If you are unfamiliar with the elevator pitch, it’s a succinct and concise introduction, intended to capture your audience in the time it takes to ride in an elevator. In so many words, you have less than 30 seconds to introduce yourself and establish your value, making your audience want to continue the conversation.

This is where you sell yourself. These can feel dreadful, but they shouldn’t! You have a lot to offer, but you must be prepared. When they ask, “So what do you do?” Be ready.

Your pitch will capture their attention and make them say, “Interesting. Tell me more.”

To craft your pitch, start with a paper and pen. List 5-10 of the accomplishments or traits you’re most proud of, emphasizing what you can do for your audience. They should answer these questions: Who are you? What do you do? How much or how many (quantitative points support your statements)? What are you looking for?

Then continue to shave them down into a more concise conversation. It should be very natural, yet professional. It should feel like an average conversation:

I’m Super Ambassador, and I am the world’s greatest temporary employee. Most people don’t brag about that, but in the past year, I’ve rescued 7 businesses when talent got short. My most recent assignment, I came in as an administrative assistant where I coordinated a 3-day gathering of the organization’s top leaders from across 10 states, on top of my basic duties. Now I’m hoping to expand my work into a permanent role in the HR space, helping to build culture and maintain compliance.

In the pitch above, the speaker drew their audience in with a hook, provided quantitative support for their top accomplishments, and concluded with what they are looking for next. It’s quick, succinct, and natural.

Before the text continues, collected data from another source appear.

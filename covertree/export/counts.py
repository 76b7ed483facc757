r"""JSON, CSV and LaTeX renderings of Hurwitz counts (``covertree count``).

The JSON shape is a contract (extra keys may be added)::

    {"genus": g, "target_genus": h, "degree": d, "profiles": [[2, 1], ...],
     "connected": "p/q", "disconnected": "p/q"}

with every profile listed, the filled-in simple ones too, and the numbers as
:func:`~covertree.export.rational.rational_str` strings.  The convention of the
numbers is that of :mod:`covertree.hurwitz.numbers` (labelled branch points,
weight 1/|Aut|, unlabelled preimages).

Examples
--------
>>> from fractions import Fraction
>>> from covertree.hurwitz.problem import HurwitzProblem
>>> p = HurwitzProblem.build(degree=2, target_genus=1, genus=2)
>>> print(counts_csv(p, Fraction(2), Fraction(2)), end="")
genus,target_genus,degree,profiles,connected,disconnected
2,1,2,2;2,2,2
>>> print(counts_latex(p, Fraction(2), Fraction(5, 2)))
\begin{tabular}{rrrp{0.4\linewidth}rr}
\toprule
$g$ & $h$ & $d$ & profiles & connected & disconnected \\
\midrule
2 & 1 & 2 & {\raggedright $2;\allowbreak\ 2$\par} & $2$ & $\frac{5}{2}$ \\
\bottomrule
\end{tabular}
"""

from __future__ import annotations

import csv
import io
import json
from fractions import Fraction

from covertree.export.latex import wrapped_cell
from covertree.export.rational import latex_rational, rational_str
from covertree.hurwitz.problem import HurwitzProblem
from covertree.export.jsontext import json_text
from covertree.export.words import profiles_csv, profiles_latex

__all__ = [
    "COUNT_COLUMNS",
    "count_row",
    "counts_csv",
    "counts_json",
    "counts_latex",
    "counts_record",
    "profiles_text",
]

#: Column names of the CSV rendering (and of the table of the command line).
COUNT_COLUMNS = ("genus", "target_genus", "degree", "profiles", "connected", "disconnected")


def profiles_text(problem: HurwitzProblem) -> str:
    """The profiles in CSV form (:mod:`covertree.export.words`).

    >>> profiles_text(HurwitzProblem.build(degree=3, target_genus=0, profiles=["3", "3", "1^3"]))
    '3;3;1,1,1'
    """
    return profiles_csv(problem.profiles)


def counts_record(problem: HurwitzProblem, connected: Fraction, disconnected: Fraction) -> dict:
    """The JSON document as a dict (see the module docstring)."""
    record = problem.to_dict()
    record["connected"] = rational_str(connected)
    record["disconnected"] = rational_str(disconnected)
    return record


def count_row(problem: HurwitzProblem, connected: Fraction, disconnected: Fraction) -> tuple:
    """One row with the columns of :data:`COUNT_COLUMNS`, all strings or ints."""
    return (
        problem.genus,
        problem.target_genus,
        problem.degree,
        profiles_text(problem),
        rational_str(connected),
        rational_str(disconnected),
    )


def counts_json(problem: HurwitzProblem, connected: Fraction, disconnected: Fraction) -> str:
    """The JSON document (indented, with a final newline).

    >>> p = HurwitzProblem.build(degree=2, target_genus=1, genus=2)
    >>> json.loads(counts_json(p, Fraction(2), Fraction(2)))["profiles"]
    [[2], [2]]
    """
    return json_text(counts_record(problem, connected, disconnected)) + "\n"


def counts_csv(problem: HurwitzProblem, connected: Fraction, disconnected: Fraction) -> str:
    """CSV with a header row (:data:`COUNT_COLUMNS`) and one data row."""
    buffer = io.StringIO()
    writer = csv.writer(buffer, lineterminator="\n")
    writer.writerow(COUNT_COLUMNS)
    writer.writerow(count_row(problem, connected, disconnected))
    return buffer.getvalue()


def counts_latex(problem: HurwitzProblem, connected: Fraction, disconnected: Fraction) -> str:
    r"""A small ``booktabs`` tabular (``\usepackage{booktabs}``), non-integers as
    ``\frac``; the profiles wrap in 40% of the line.

    >>> p = HurwitzProblem.build(degree=4, target_genus=0, profiles=["2,1^2"] * 6)
    >>> print(counts_latex(p, Fraction(8), Fraction(9)).splitlines()[4])  # doctest: +ELLIPSIS
    0 & 0 & 4 & {\raggedright $2,1^{2};\allowbreak\ 2,1^{2};\allowbreak\ ...$\par} & $8$ & $9$ \\
    """
    profiles = wrapped_cell(profiles_latex(problem.profiles))
    lines = [
        r"\begin{tabular}{rrrp{0.4\linewidth}rr}",
        r"\toprule",
        r"$g$ & $h$ & $d$ & profiles & connected & disconnected \\",
        r"\midrule",
        rf"{problem.genus} & {problem.target_genus} & {problem.degree} & {profiles} & "
        rf"${latex_rational(connected)}$ & ${latex_rational(disconnected)}$ \\",
        r"\bottomrule",
        r"\end{tabular}",
    ]
    return "\n".join(lines)
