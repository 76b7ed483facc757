"""The one written form of profiles and counts, per medium.

* terminal tables: a profile as ``--profile`` takes it, repeated parts as
  powers (``2,1^3``); several profiles joined by ``"; "``; ``-`` for none;
* CSV: every part written out (``2,1,1,1``), profiles joined by ``;``
  (easy to split in a script);
* LaTeX: ``2,1^{3}`` in math mode, profiles joined by ``;\\allowbreak\\ ``
  (a line may break between profiles);
* JSON: lists of integers.

Examples
--------
>>> profile_text((2, 1, 1, 1)), profiles_text([(3,), (2, 1, 1, 1)]), profiles_text([])
('2,1^3', '3; 2,1^3', '-')
>>> profiles_csv([(3,), (2, 1, 1, 1)]), profiles_latex([(3,), (2, 1, 1, 1)])
('3;2,1,1,1', '$3;\\\\allowbreak\\\\ 2,1^{3}$')
>>> count_noun(1, "cover"), count_noun(2, "cover"), count_noun(2, "stratum", "strata")
('1 cover', '2 covers', '2 strata')
"""

from __future__ import annotations

from collections.abc import Iterable, Sequence
from itertools import groupby

__all__ = ["count_noun", "profile_latex", "profile_text", "profiles_csv", "profiles_latex", "profiles_text"]


def _runs(parts: Iterable[int]) -> list[tuple[int, int]]:
    return [(x, len(list(group))) for x, group in groupby(parts)]


def profile_text(parts: Iterable[int]) -> str:
    """``2,1^3`` for ``(2, 1, 1, 1)`` (the ``--profile`` syntax)."""
    return ",".join(f"{x}^{m}" if m > 1 else str(x) for x, m in _runs(parts))


def profiles_text(profiles: Sequence[Iterable[int]]) -> str:
    """Profiles for a terminal table, ``"; "``-joined; ``-`` when there are none."""
    return "; ".join(profile_text(p) for p in profiles) or "-"


def profiles_csv(profiles: Sequence[Iterable[int]]) -> str:
    """Profiles for CSV: parts comma-joined, profiles ``;``-joined."""
    return ";".join(",".join(map(str, p)) for p in profiles)


def profile_latex(parts: Iterable[int]) -> str:
    """``2,1^{3}`` (math mode, without the dollars)."""
    return ",".join(f"{x}^{{{m}}}" if m > 1 else str(x) for x, m in _runs(parts))


def profiles_latex(profiles: Sequence[Iterable[int]]) -> str:
    """Profiles in LaTeX, in math mode; ``--`` when there are none."""
    if not profiles:
        return "--"
    return "$" + r";\allowbreak\ ".join(profile_latex(p) for p in profiles) + "$"


def count_noun(n: int, noun: str, plural: str | None = None) -> str:
    """``"1 cover"``, ``"2 covers"`` (``plural`` for irregular nouns)."""
    return f"{n} {noun if n == 1 else plural or noun + 's'}"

Continuously update and practice your pitch so you are always ready, in and out of informational interviews.

Once you deliver your pitch, it will be up to your contact to respond. Hopefully, they will offer to aid in your next step.

Follow-Up

After your meeting has ended, always always always send a thank you card. Send a real, handwritten card thanking them for their time. When they feel appreciated, they are more likely to help out even more in the future.

If they connected you with others in their network, promptly follow-up with your next informational interviews. Don’t allow too much time to pass.

Be Fearless & Act Accordingly

Do not feel daunted, reach out to who you really want to learn from. Some may be harder to get in contact with than others, but do not underestimate who will be willing to spend a moment with you.

This includes being persistent in contact and scheduling. If they say they are too busy, check in with them monthly and regularly. If they decline, politely thank them and move on to the next person on your list.

Once you have that advice, put it in action! Take their tips to heart and immediately act them out.

Two very different and very successful people know the value asking: business magnate and billionaire, Warren Buffet, and Canadian DJ & Journalist, Nardwuar. Nardwuar has interviewed everyone from Kurt Cobain to major political figures. In his TED Talk, he insists the reason he got those interviews was because he asked for them. That’s it. Meanwhile, on the other side of the spectrum, Warren Buffet said, “You can really learn a lot just by asking—that sounds like a Yogi Berra quote or something—but it is literally true.”

Informational interviews hold advice and insight you cannot get anywhere else. If you want to interview the most famous and influential, or become a billionaire, the solution lies within the ask. You can get the roadmap to the career – and life – you want.